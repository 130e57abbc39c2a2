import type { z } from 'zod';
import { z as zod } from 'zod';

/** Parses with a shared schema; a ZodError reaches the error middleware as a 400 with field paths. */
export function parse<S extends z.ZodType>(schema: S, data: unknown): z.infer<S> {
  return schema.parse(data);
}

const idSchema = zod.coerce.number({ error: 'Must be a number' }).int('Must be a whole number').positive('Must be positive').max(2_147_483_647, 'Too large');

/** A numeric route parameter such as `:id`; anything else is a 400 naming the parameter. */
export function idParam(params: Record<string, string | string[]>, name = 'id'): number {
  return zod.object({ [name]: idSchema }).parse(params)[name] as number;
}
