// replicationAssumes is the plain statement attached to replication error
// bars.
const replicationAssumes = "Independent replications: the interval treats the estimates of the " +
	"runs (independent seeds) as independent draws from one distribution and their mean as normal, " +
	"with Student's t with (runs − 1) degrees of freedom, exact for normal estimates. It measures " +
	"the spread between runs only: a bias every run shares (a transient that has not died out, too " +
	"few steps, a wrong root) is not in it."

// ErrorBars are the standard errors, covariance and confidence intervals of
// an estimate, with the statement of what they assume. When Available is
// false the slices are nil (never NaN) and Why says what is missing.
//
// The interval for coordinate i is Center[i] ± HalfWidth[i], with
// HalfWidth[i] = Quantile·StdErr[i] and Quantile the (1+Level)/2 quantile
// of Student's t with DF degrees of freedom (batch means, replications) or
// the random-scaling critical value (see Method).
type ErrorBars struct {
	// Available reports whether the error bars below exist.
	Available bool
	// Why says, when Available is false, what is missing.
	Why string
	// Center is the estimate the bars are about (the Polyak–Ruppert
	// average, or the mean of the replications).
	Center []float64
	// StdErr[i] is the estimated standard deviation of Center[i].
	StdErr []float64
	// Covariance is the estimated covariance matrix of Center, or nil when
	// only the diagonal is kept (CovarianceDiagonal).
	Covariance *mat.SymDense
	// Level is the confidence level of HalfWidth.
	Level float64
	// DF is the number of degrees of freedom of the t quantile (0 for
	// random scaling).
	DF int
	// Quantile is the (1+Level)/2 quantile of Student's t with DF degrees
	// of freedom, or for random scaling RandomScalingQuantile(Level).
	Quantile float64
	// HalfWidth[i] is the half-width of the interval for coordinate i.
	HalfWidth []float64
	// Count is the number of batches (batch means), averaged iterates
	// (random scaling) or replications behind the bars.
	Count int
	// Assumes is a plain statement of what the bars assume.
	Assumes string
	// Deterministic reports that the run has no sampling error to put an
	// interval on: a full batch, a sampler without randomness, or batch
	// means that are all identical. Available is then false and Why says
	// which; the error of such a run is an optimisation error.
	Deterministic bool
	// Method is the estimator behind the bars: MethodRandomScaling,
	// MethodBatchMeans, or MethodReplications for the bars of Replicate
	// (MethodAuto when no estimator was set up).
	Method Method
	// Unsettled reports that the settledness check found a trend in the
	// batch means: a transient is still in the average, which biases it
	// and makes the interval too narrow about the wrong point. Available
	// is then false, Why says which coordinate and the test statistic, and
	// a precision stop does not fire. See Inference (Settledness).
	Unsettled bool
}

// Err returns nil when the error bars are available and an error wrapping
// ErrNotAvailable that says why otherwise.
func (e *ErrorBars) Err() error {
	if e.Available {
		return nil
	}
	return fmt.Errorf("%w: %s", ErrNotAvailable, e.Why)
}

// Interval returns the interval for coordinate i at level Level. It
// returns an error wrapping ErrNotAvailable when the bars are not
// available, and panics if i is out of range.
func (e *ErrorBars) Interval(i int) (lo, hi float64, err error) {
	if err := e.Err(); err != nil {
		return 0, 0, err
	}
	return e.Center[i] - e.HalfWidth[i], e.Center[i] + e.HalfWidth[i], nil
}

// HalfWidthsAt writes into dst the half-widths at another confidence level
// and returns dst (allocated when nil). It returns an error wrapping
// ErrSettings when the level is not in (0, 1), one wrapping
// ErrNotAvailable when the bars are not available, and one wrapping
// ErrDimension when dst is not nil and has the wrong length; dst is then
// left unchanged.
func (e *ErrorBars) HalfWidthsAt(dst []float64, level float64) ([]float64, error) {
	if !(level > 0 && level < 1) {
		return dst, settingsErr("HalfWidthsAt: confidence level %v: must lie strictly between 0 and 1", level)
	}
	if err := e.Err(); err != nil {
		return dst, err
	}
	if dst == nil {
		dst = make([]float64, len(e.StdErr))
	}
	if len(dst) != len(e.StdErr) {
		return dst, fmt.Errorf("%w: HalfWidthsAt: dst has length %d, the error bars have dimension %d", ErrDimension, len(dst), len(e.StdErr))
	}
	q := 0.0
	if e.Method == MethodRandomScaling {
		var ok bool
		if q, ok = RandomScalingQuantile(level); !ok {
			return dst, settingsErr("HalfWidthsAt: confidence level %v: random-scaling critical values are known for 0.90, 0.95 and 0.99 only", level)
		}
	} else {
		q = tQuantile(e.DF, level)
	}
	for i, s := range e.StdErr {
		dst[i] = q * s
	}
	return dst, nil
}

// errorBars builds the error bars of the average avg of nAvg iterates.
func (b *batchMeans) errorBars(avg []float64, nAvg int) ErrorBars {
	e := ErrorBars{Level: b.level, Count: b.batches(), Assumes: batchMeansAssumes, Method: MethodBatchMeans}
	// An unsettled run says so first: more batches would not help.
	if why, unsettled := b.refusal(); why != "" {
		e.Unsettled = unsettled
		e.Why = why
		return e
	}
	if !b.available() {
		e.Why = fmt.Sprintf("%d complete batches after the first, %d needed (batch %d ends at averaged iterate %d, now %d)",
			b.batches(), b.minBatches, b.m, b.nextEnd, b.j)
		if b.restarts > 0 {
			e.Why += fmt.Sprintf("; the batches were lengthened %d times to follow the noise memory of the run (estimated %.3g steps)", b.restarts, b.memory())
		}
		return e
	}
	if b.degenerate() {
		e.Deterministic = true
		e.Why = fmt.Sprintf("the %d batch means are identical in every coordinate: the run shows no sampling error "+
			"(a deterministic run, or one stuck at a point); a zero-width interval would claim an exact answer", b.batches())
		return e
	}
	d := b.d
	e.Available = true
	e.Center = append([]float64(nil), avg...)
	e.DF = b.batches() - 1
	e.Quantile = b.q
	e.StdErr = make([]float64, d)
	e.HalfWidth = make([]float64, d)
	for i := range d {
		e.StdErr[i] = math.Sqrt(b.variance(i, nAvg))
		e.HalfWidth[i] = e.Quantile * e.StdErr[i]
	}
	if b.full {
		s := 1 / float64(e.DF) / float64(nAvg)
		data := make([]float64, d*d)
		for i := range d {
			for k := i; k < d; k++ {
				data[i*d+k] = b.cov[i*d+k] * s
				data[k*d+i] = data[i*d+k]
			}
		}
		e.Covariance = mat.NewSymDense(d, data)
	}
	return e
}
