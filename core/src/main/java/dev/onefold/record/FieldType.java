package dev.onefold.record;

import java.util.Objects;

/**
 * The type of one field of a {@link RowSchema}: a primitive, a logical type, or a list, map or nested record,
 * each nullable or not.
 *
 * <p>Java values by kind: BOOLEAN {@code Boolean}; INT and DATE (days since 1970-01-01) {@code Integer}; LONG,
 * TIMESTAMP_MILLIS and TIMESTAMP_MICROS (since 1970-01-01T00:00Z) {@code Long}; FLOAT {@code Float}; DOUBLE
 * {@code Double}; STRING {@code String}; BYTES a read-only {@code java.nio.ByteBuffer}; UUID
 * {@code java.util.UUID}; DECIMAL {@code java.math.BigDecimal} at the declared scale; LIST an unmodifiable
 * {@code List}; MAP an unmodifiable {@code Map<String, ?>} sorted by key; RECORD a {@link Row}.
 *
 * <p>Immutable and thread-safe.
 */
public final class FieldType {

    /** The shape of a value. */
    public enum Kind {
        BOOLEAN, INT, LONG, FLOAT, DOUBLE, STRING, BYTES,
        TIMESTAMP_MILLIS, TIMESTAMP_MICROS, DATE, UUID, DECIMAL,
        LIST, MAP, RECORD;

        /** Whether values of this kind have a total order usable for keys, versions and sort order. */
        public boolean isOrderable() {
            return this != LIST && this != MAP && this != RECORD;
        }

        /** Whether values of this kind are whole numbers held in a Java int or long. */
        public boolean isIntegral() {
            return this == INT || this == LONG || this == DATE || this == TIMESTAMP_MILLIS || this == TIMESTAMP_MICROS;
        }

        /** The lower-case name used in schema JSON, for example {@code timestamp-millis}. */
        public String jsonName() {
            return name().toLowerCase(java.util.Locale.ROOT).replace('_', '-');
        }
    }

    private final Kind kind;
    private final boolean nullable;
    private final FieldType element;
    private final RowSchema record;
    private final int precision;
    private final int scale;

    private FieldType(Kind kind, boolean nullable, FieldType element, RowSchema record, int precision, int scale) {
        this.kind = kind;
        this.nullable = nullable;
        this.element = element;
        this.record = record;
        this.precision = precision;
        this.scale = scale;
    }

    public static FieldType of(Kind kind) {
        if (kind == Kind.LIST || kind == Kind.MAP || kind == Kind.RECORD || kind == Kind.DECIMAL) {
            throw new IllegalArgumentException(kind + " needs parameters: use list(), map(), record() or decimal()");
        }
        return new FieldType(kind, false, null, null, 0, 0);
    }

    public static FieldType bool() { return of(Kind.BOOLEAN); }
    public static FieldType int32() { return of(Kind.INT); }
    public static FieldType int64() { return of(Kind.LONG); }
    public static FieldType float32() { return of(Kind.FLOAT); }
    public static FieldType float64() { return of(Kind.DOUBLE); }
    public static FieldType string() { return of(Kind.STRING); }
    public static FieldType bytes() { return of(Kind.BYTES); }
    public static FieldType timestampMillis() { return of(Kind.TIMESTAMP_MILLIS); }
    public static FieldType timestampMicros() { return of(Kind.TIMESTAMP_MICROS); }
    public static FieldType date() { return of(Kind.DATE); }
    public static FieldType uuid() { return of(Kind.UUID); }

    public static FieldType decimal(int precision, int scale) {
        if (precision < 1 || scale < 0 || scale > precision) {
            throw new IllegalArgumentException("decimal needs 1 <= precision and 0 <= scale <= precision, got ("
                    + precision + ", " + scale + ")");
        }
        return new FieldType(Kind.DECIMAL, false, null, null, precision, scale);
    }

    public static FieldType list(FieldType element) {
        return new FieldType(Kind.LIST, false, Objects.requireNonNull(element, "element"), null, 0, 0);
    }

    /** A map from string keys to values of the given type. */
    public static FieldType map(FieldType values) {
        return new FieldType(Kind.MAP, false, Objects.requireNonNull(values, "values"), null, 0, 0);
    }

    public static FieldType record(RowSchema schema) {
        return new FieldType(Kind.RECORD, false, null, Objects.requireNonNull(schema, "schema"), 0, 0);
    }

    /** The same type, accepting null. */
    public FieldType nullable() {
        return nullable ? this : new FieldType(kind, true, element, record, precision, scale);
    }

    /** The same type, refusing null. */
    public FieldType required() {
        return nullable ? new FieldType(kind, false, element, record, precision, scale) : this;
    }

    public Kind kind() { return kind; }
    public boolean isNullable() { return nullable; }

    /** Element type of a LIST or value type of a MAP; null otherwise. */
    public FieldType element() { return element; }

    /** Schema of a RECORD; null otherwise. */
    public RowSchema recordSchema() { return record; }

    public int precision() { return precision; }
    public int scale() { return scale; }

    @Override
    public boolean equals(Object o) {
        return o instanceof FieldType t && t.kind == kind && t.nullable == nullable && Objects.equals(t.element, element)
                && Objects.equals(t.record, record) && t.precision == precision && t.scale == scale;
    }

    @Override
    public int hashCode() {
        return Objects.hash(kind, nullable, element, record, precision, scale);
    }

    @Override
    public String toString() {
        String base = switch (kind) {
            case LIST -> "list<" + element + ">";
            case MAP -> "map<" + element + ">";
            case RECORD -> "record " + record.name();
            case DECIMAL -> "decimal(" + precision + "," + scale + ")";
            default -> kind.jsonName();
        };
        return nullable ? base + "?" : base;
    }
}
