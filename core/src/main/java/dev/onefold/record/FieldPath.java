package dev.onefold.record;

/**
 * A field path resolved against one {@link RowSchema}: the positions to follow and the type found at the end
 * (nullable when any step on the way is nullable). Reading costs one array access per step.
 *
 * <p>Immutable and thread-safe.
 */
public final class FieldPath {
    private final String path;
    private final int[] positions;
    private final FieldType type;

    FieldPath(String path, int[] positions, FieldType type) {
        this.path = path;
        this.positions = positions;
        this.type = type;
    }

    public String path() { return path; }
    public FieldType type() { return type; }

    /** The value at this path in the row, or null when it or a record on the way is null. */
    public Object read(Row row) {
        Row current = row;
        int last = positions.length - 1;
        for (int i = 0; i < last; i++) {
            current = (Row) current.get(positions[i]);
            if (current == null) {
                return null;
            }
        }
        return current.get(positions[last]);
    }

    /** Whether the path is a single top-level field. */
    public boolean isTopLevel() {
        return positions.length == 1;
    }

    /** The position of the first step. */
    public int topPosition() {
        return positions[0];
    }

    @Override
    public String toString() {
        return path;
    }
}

=-=-=

TASK PROMPT: Copy exactly the lines from the top of the entries through the line with "field paths. */" in it, please, keeping both ends and adding nothing.

RESPONSE:
repository 130e57abbc39c2a2
import type { z } from 'zod';
import { z as zod } from 'zod';

/** Parses with a shared schema; a ZodError reaches the error middleware as a 400 with field paths. */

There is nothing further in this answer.